[DATA EXCERPTS — start]
import { hash, verify } from '@node-rs/argon2';

/** Argon2id; parameters after the OWASP Password Storage Cheat Sheet (2024): 19 MiB, 2 passes, 1 lane. From memory. */
const parameters = { memoryCost: 19_456, timeCost: 2, parallelism: 1 };

export const hashPassword = (password: string): Promise<string> => hash(password, parameters);

export const verifyPassword = (stored: string, password: string): Promise<boolean> => verify(stored, password);

let decoy: Promise<string> | undefined;

/** A hash nobody's password has, so that an unknown address costs the time of a known one. */
export const decoyHash = (): Promise<string> => (decoy ??= hashPassword('no account has this password'));
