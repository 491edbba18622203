import { RenderMode, type ServerRoute } from '@angular/ssr';

/** Public pages arrive rendered; what needs a sign-in is rendered where the session is. */
export const serverRoutes: ServerRoute[] = [
  { path: '', renderMode: RenderMode.Server },
  { path: 'catalogue', renderMode: RenderMode.Server },
  { path: 'catalogue/**', renderMode: RenderMode.Server },
  { path: 'bench', renderMode: RenderMode.Server },
  { path: 'sign-in', renderMode: RenderMode.Server },
  { path: 'quotes/**', renderMode: RenderMode.Client },
  { path: 'orders/**', renderMode: RenderMode.Client },
  { path: 'money/**', renderMode: RenderMode.Client },
  { path: 'plant/**', renderMode: RenderMode.Client },
  { path: 'receivables/**', renderMode: RenderMode.Client },
  { path: 'market/**', renderMode: RenderMode.Client },
  { path: '**', renderMode: RenderMode.Server, status: 404 },
];
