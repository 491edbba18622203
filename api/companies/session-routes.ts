import { listSessions, me, revokeSession, signIn, signOut } from '@shared/contracts/session';
import { Refusal } from '@shared/contracts/problems';
import { type Route, serve, serveAnyone } from '../http/serve';
import { signIn as signInUseCase } from './sign-in';

const iso = (at: number) => new Date(at).toISOString();

export const sessionRoutes: Route[] = [
  serveAnyone(signIn, signInUseCase),
  serve(me, (actor, _input, { stores }) => ({ user: stores.people.user(actor.personId) })),
  serve(signOut, (actor, _input, { stores, clock }, exchange) => {
    stores.people.revokeSession(actor.sessionId, actor.personId, clock());
    exchange.endSession();
  }),
  serve(listSessions, (actor, _input, { stores, clock }) => ({
    items: stores.people.livingSessions(actor.personId, clock()).map((session) => ({
      id: session.id,
      startedAt: iso(session.startedAt),
      expiresAt: iso(session.expiresAt),
      userAgent: session.userAgent,
      current: session.id === actor.sessionId,
    })),
    nextCursor: null,
  })),
  serve(revokeSession, (actor, { params }, { stores, clock }) => {
    if (!stores.people.revokeSession(params.id, actor.personId, clock()))
      throw new Refusal('not-found', 'There is no such session of yours.');
  }),
];
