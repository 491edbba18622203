import { once } from 'node:events';
import { join } from 'node:path';
import { readConfig } from '@api/config';
import { type Member } from '@api/companies/actor';
import { createDependencies } from '@api/dependencies';
import { placeOrder } from '@api/orders/place-order';

/**
 * A server process of its own: opens the database under DATA_DIR, says that it is ready, and on
 * a word orders each quote it was given and says how each went.
 */
const { quotes, actor, at } = JSON.parse(process.argv[2] ?? '') as { quotes: string[]; actor: Member; at: number };
const dependencies = createDependencies(readConfig(process.env), join(process.cwd(), 'api/database/migrations'), { clock: () => at });
dependencies.catalogue();
console.log('ready');
await once(process.stdin, 'data');
const answers = quotes.map((id) => {
  try {
    const body = { poNumber: 'PO', shipTo: 'ottery.place-1', payment: 'account' as const };
    return placeOrder(actor, { params: { id }, body, idempotencyKey: `key-of-${id}` }, dependencies).state;
  } catch (error) {
    return (error as { code?: string }).code ?? String(error);
  }
});
dependencies.database.close();
console.log(JSON.stringify(answers));
process.exit(0);
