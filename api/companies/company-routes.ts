import { listAddresses, listCompanies, listTradeAccounts } from '@shared/contracts/trade-accounts';
import { dayIn } from '@shared/calendar/days';
import { readCursor, toPage } from '../database/cursor';
import { type Route, serve } from '../http/serve';
import { addressOnWire, tradeAccountOnWire } from './company-store';

export const companyRoutes: Route[] = [
  serve(listTradeAccounts, (actor, { query }, { stores }) => {
    const rows = stores.companies.tradeAccountsOf(actor.companyId, readCursor(query.cursor, 'string'), query.limit + 1);
    return toPage(rows, query.limit, tradeAccountOnWire, (row) => [row.other, row.id]);
  }),

  serve(listAddresses, (actor, { query }, { stores, clock }) => {
    const today = dayIn(actor.timeZone, clock());
    const after = readCursor(query.cursor, 'number')?.[0] ?? -1;
    const rows = stores.companies.addressesOf(actor.companyId, after, query.limit + 1);
    return toPage(
      rows,
      query.limit,
      (row) => addressOnWire(row, stores.companies.certificate(actor.companyId, row.jurisdiction, today)),
      (row) => [row.position, row.id],
    );
  }),

  serve(listCompanies, (_actor, { query }, { stores }) => {
    const rows = stores.companies.companiesAfter(readCursor(query.cursor, 'string'), query.limit + 1);
    return toPage(
      rows,
      query.limit,
      ({ company, people, tradeAccounts }) => ({
        id: company.id,
        name: company.name,
        kind: company.kind,
        town: company.town,
        people,
        tradeAccounts,
        since: new Date(company.createdAt).toISOString(),
      }),
      ({ company }) => [company.name, company.id],
    );
  }),
];
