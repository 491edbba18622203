import { type Routes } from '@angular/router';
import { mayUse } from './session/may-use';

/** The places of `header.ts`; a guard mirrors the table of who may call what. */
export const routes: Routes = [
  { path: '', loadChildren: () => import('./catalogue/catalogue.routes').then((m) => m.frontRoutes), pathMatch: 'full' },
  { path: 'catalogue', loadChildren: () => import('./catalogue/catalogue.routes').then((m) => m.catalogueRoutes) },
  { path: 'bench', loadChildren: () => import('./bench/bench.routes').then((m) => m.benchRoutes) },
  { path: 'sign-in', title: 'Sign in', loadComponent: () => import('./session/sign-in-page').then((m) => m.SignInPage) },
  { path: 'quotes', canMatch: [mayUse('quotes.list')], loadChildren: () => import('./quotes/quotes.routes').then((m) => m.quotesRoutes) },
  { path: 'orders', canMatch: [mayUse('orders.list')], loadChildren: () => import('./orders/orders.routes').then((m) => m.ordersRoutes) },
  { path: 'money', canMatch: [mayUse('invoices.list')], loadChildren: () => import('./money/money.routes').then((m) => m.moneyRoutes) },
  { path: 'plant', canMatch: [mayUse('orders.dispatch')], loadChildren: () => import('./plant/plant.routes').then((m) => m.plantRoutes) },
  {
    path: 'receivables',
    canMatch: [mayUse('receipts.list')],
    loadChildren: () => import('./receivables/receivables.routes').then((m) => m.receivablesRoutes),
  },
  {
    path: 'market',
    canMatch: [mayUse('market.companies')],
    loadChildren: () => import('./market/market.routes').then((m) => m.marketRoutes),
  },
  { path: '**', title: 'Not found', loadComponent: () => import('./not-found-page').then((m) => m.NotFoundPage) },
];
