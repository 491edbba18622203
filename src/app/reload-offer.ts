import { DOCUMENT, type ErrorHandler, inject, Injectable } from '@angular/core';

const CHUNK_GONE =
  /Failed to fetch dynamically imported module|error loading dynamically imported module|Importing a module script failed/i;

/** Reports errors; where a part of the application is gone after a deploy, offers a reload. */
@Injectable()
export class ReloadOffer implements ErrorHandler {
  private readonly document = inject(DOCUMENT);

  handleError(error: unknown): void {
    console.error(error);
    if (error instanceof Error && CHUNK_GONE.test(error.message)) this.offer();
  }

  private offer(): void {
    if (this.document.getElementById('reload-offer')) return;
    const bar = this.document.createElement('div');
    bar.id = 'reload-offer';
    bar.className = 'sy-note';
    bar.setAttribute('role', 'alert');
    bar.style.cssText = 'position: fixed; inset: auto 16px 16px; z-index: 50;';
    bar.append('Sealyard was updated, or the connection is gone. What you typed on the Bench is kept in the address. ');
    const reload = this.document.createElement('button');
    reload.textContent = 'Reload';
    reload.addEventListener('click', () => this.document.defaultView?.location.reload());
    bar.append(reload);
    this.document.body.append(bar);
  }
}
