import { type CompanyKind, type Role } from '@shared/contracts/session';

/** Someone signed in, as use cases see them. */
export interface Member {
  personId: string;
  sessionId: string;
  name: string;
  email: string;
  roles: readonly Role[];
  companyId: string;
  companyKind: CompanyKind;
  companyName: string;
  timeZone: string;
  /** orders above this wait for the dealer admin; null: no limit */
  orderLimitMinor: number | null;
}

/** A visitor is nobody yet. */
export type Actor = Member | null;

export function holds(member: Member, ...wanted: Role[]): boolean {
  return wanted.some((role) => member.roles.includes(role));
}
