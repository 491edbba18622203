import { type signIn as signInEndpoint } from '@shared/contracts/session';
import { type AnswerOf } from '@shared/contracts/endpoint';
import { Refusal } from '@shared/contracts/problems';
import { type Dependencies } from '../dependencies';
import { type Exchange, type Input } from '../http/serve';
import { type Actor } from './actor';
import { decoyHash, verifyPassword } from './passwords';

/** However often a token is renewed, after this long one signs in again. */
const SESSION_MS = 14 * 60 * 60 * 1000;

/**
 * Starts a session. An unknown address, a wrong password and a person shut out get the same
 * answer after the same work.
 */
export async function signIn(
  _actor: Actor,
  { body }: Input<typeof signInEndpoint>,
  { stores, clock, newId }: Dependencies,
  exchange: Exchange,
): Promise<AnswerOf<typeof signInEndpoint>> {
  const person = stores.people.byEmail(body.email);
  const right = await verifyPassword(person?.passwordHash ?? (await decoyHash()), body.password);
  if (!person || !right || !person.active) {
    throw new Refusal('wrong-credentials', 'This e-mail address and password do not belong together.');
  }
  const now = clock();
  const sessionId = newId();
  stores.people.startSession({
    id: sessionId,
    personId: person.id,
    startedAt: now,
    expiresAt: now + SESSION_MS,
    userAgent: exchange.userAgent,
  });
  exchange.startSession(sessionId, person.id);
  return { user: stores.people.user(person.id) };
}
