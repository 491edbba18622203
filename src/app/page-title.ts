import { inject, Injectable } from '@angular/core';
import { type RouterStateSnapshot, TitleStrategy } from '@angular/router';
import { type Head, PageMeta } from './ui/page-meta';

/** `Quotes · Sealyard`; a public page says more of itself, in the `head` of its route's data. */
@Injectable()
export class PageTitle extends TitleStrategy {
  private readonly meta = inject(PageMeta);

  override updateTitle(state: RouterStateSnapshot): void {
    let route = state.root;
    while (route.firstChild) route = route.firstChild;
    const head = route.data['head'] as Head | undefined;
    if (head) return this.meta.show(head);
    const own = this.buildTitle(state);
    this.meta.clear(own ? `${own} · Sealyard` : 'Sealyard: made-to-size sealed units');
  }
}
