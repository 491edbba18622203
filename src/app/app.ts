import { ChangeDetectionStrategy, Component, inject } from '@angular/core';
import { toSignal } from '@angular/core/rxjs-interop';
import { NavigationEnd, Router, RouterOutlet } from '@angular/router';
import { filter, map } from 'rxjs';
import { Header } from './header';

@Component({
  selector: 'app-root',
  imports: [RouterOutlet, Header],
  changeDetection: ChangeDetectionStrategy.OnPush,
  template: `
    <a class="skip" [href]="toContent()" (click)="content.focus(); $event.preventDefault()">To the content</a>
    <app-header />
    <main #content id="content" tabindex="-1"><router-outlet /></main>
  `,
  styles: `
    main:focus {
      outline: none;
    }
    .skip {
      position: absolute;
      left: 12px;
      top: -60px;
      padding: 8px 14px;
      background: var(--sy-sheet);
      z-index: 20;
    }
    .skip:focus {
      top: 8px;
    }
  `,
})
export class App {
  private readonly router = inject(Router);
  /** The whole address of this page: a bare fragment would be one of the base, which is the front page. */
  protected readonly toContent = toSignal(
    this.router.events.pipe(
      filter((event) => event instanceof NavigationEnd),
      map(() => `${this.router.url.replace(/#.*$/, '')}#content`),
    ),
    { initialValue: '#content' },
  );
}
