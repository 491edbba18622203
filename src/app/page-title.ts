import { inject, Injectable } from '@angular/core';
import { Title } from '@angular/platform-browser';
import { type RouterStateSnapshot, TitleStrategy } from '@angular/router';

/** `Quotes · Sealyard` */
@Injectable()
export class PageTitle extends TitleStrategy {
  private readonly title = inject(Title);

  override updateTitle(state: RouterStateSnapshot): void {
    const own = this.buildTitle(state);
    this.title.setTitle(own ? `${own} · Sealyard` : 'Sealyard: made-to-size sealed units');
  }
}
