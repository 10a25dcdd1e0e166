import fc from 'fast-check';
import { describe, expect, it } from 'vitest';
import { type RateWindow, holding, pannedRates, windowAbout, zoomedRates } from '../../../src/pane/ruler/window';

const SEED = 431;

describe('the window of the ruler', () => {
  const window: RateWindow = { from: 100, to: 200 };

  it.each<[string, RateWindow, RateWindow]>([
    //                                                                       from     to
    ['opens about a rate                  ', windowAbout(409.6), { from: 348, to: 471 }],
    ['zooms about its middle              ', zoomedRates(window, 0.5), { from: 125, to: 175 }],
    ['zooms about a rate                  ', zoomedRates(window, 0.5, 120), { from: 110, to: 160 }],
    ['goes up                             ', pannedRates(window, 0.25), { from: 125, to: 225 }],
    ['moves to a rate that it did not hold', holding(window, 409.6), { from: 359.6, to: 459.6 }],
    ['stays where it holds a rate         ', holding(window, 122.88), window],
  ])('%s', (_, moved, expected) => {
    expect(moved).toEqual(expected);
  });

  it(`stays above 0 with its ends apart, whatever is done (seed ${SEED})`, () => {
    fc.assert(fc.property(fc.double({ min: 1e-6, max: 1e12, noNaN: true }), fc.array(fc.tuple(fc.boolean(), fc.double({ min: 0.01, max: 50, noNaN: true }))), (rate, steps) => {
      let now = windowAbout(rate);
      for (const [zoom, by] of steps) {
        now = zoom ? zoomedRates(now, by) : pannedRates(now, by - 25);
        expect(now.from).toBeGreaterThan(0);
        expect(now.to).toBeGreaterThan(now.from);
      }
    }), { seed: SEED, numRuns: 500 });
  });
});
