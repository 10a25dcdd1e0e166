import fc from 'fast-check';
import { describe, expect, it } from 'vitest';
import { Fault, type PlanRange, forbiddenRates, planRates } from '../../../src/engine';
import { boxOf, collide } from '../../../src/pane/ladder/frame';
import { lanesOf } from '../../../src/pane/ruler/lanes';
import { type RulerLayout, rulerLayout } from '../../../src/pane/ruler/layout';
import { rulerPicture } from '../../../src/pane/ruler/picture';
import { type Orders, rulesOf } from '../../../src/pane/ruler/rules';
import { type RateWindow, windowAbout } from '../../../src/pane/ruler/window';
import { type GivenRow, cells, planOf, receiver, rows } from '../ladder/plans';
import { markup } from '../markup';

const SEED = 441;

function layoutOf(given: GivenRow[], width: number, numbers: { rate?: number; guard?: number; ppm?: number } = {}, orders: Orders = { harmonics: 1, cores: 1 }, candidate = numbers.rate ?? 245.76): RulerLayout {
  const plan = planOf(given, numbers);
  const rules = rulesOf(plan, orders);
  const window: RateWindow = windowAbout(plan.rate!);
  const lanes = lanesOf(forbiddenRates(rules.plan, window.from, window.to, rules.ppm), window, candidate, 6);
  let ranges: PlanRange[] = [];
  try {
    ranges = planRates(rules.plan, window.from, window.to, rules.ppm);
  } catch (fault) {
    if (!(fault instanceof Fault)) throw fault;
  }
  return rulerLayout({ window, now: plan.rate!, candidate, ranges, lanes, rules }, width);
}

describe('the picture of the ruler', () => {
  it.each<[string, Parameters<typeof layoutOf>]>([
    ['one-band', [[['One', 120, 130]], 300, { rate: 90 }]],
    ['receiver', [receiver, 360, { rate: 409.6, guard: 0.05 }, undefined, 412]],
    ['receiver-with-harmonics-and-cores', [receiver, 800, { rate: 409.6, guard: 0.05, ppm: 20 }, { harmonics: 2, cores: 2 }, 420]],
  ])('of %s is as reviewed', async (name, given) => {
    await expect(`${markup(rulerPicture(layoutOf(...given), 245.76, 'Some ranges.'))}\n`).toMatchFileSnapshot(`snapshots/${name}.svg`);
  });

  it(`never lets texts collide, and keeps everything inside its frame (seed ${SEED})`, () => {
    fc.assert(fc.property(rows(6), cells, fc.constantFrom(300, 500, 540, 1200), fc.integer({ min: 1, max: 3 }), fc.integer({ min: 1, max: 4 }), fc.double({ min: 0.7, max: 1.3, noNaN: true }),
      (given, numbers, width, harmonics, cores, share) => {
        const layout = layoutOf([...given, ['Wanted', 70, 71]], width, numbers, { harmonics, cores }, Number((numbers.rate * share).toPrecision(6)));
        const boxes = layout.texts.filter(({ text }) => text !== '').map((one) => ({ ...boxOf(one), text: one.text }));
        expect(boxes.flatMap((a, i) => boxes.slice(i + 1).filter((b) => collide(a, b)).map((b) => [a.text, b.text]))).toEqual([]);
        expect(boxes.filter(({ left, right, top, bottom }) => left < 0 || right > layout.width || top < 0 || bottom > layout.height)).toEqual([]);
        for (const { x, width: wide } of [layout.usable, ...layout.lanes].flatMap(({ marks }) => marks)) {
          expect(x).toBeGreaterThanOrEqual(layout.left - 1e-6);
          expect(x + wide).toBeLessThanOrEqual(layout.right + 1e-6);
        }
        expect(layout.height).toBeLessThan(500);
      }), { seed: SEED, numRuns: 200 });
  });

  it('puts usable rates and what forbids them on one axis: they share no pixel but at their ends', () => {
    const { usable, lanes } = layoutOf(receiver, 1200, { rate: 409.6, guard: 0.02 });
    const kinds = lanes.filter(({ form }) => form === 'kind').flatMap(({ marks }) => marks);
    expect(usable.marks.length).toBeGreaterThan(2);
    for (const free of usable.marks.filter(({ width }) => width > 3)) {
      for (const taken of kinds) expect(Math.min(free.x + free.width, taken.x + taken.width) - Math.max(free.x, taken.x)).toBeLessThan(1.6);
    }
  });
});
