import { describe, expect, it } from 'vitest';
import type { CellValue } from '../../../src/host/port';
import { type Settings, readSetting } from '../../../src/pane/ruler/settings';

describe('what the ruler is asked besides the plan', () => {
  it.each<[keyof Settings, CellValue, number | null | string]>([
    ['step', null, null],
    ['step', '', null],
    ['step', 0.48, 0.48],
    ['step', ' 0.48 ', 0.48],
    ['step', 0, 'Step must be a number above 0, or blank for any rate; got 0.'],
    ['step', 'fine', 'Step must be a number above 0, or blank for any rate; got "fine".'],
    ['step', { error: '#N/A' }, 'Step must be a number above 0, or blank for any rate; got #N/A.'],
    ['harmonics', null, 1],
    ['harmonics', 3, 3],
    ['harmonics', 21, 'Harmonics up to must be a whole number from 1 to 20; got 21.'],
    ['cores', '4', 4],
    ['cores', 1.5, 'Cores must be a whole number from 1 to 64; got 1.5.'],
    ['cores', true, 'Cores must be a whole number from 1 to 64; got "true".'],
  ])('%s of %j', (key, value, expected) => {
    expect(readSetting(key, value)).toEqual(typeof expected === 'string' ? { sentence: expected } : { value: expected });
  });
});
[DATA EXCERPTS — finish]
» REQUIREMENT
Go through the material above and output exactly the lines from the one containing "const SEED = 431;" through the one containing "['moves to a".

» TASK OUTPUT
const SEED = 431;

describe('the window of the ruler', () => {
  const window: RateWindow = { from: 100, to: 200 };

  it.each<[string, RateWindow, RateWindow]>([
    //                                                                       from     to
    ['opens about a rate                  ', windowAbout(409.6), { from: 348, to: 471 }],
    ['zooms about its middle              ', zoomedRates(window, 0.5), { from: 125, to: 175 }],
    ['zooms about a rate                  ', zoomedRates(window, 0.5, 120), { from: 110, to: 160 }],
    ['goes up                             ', pannedRates(window, 0.25), { from: 125, to: 225 }],
    ['moves to a rate that it did not hold', holding(window, 409.6), { from: 359.6, to: 459.6 }],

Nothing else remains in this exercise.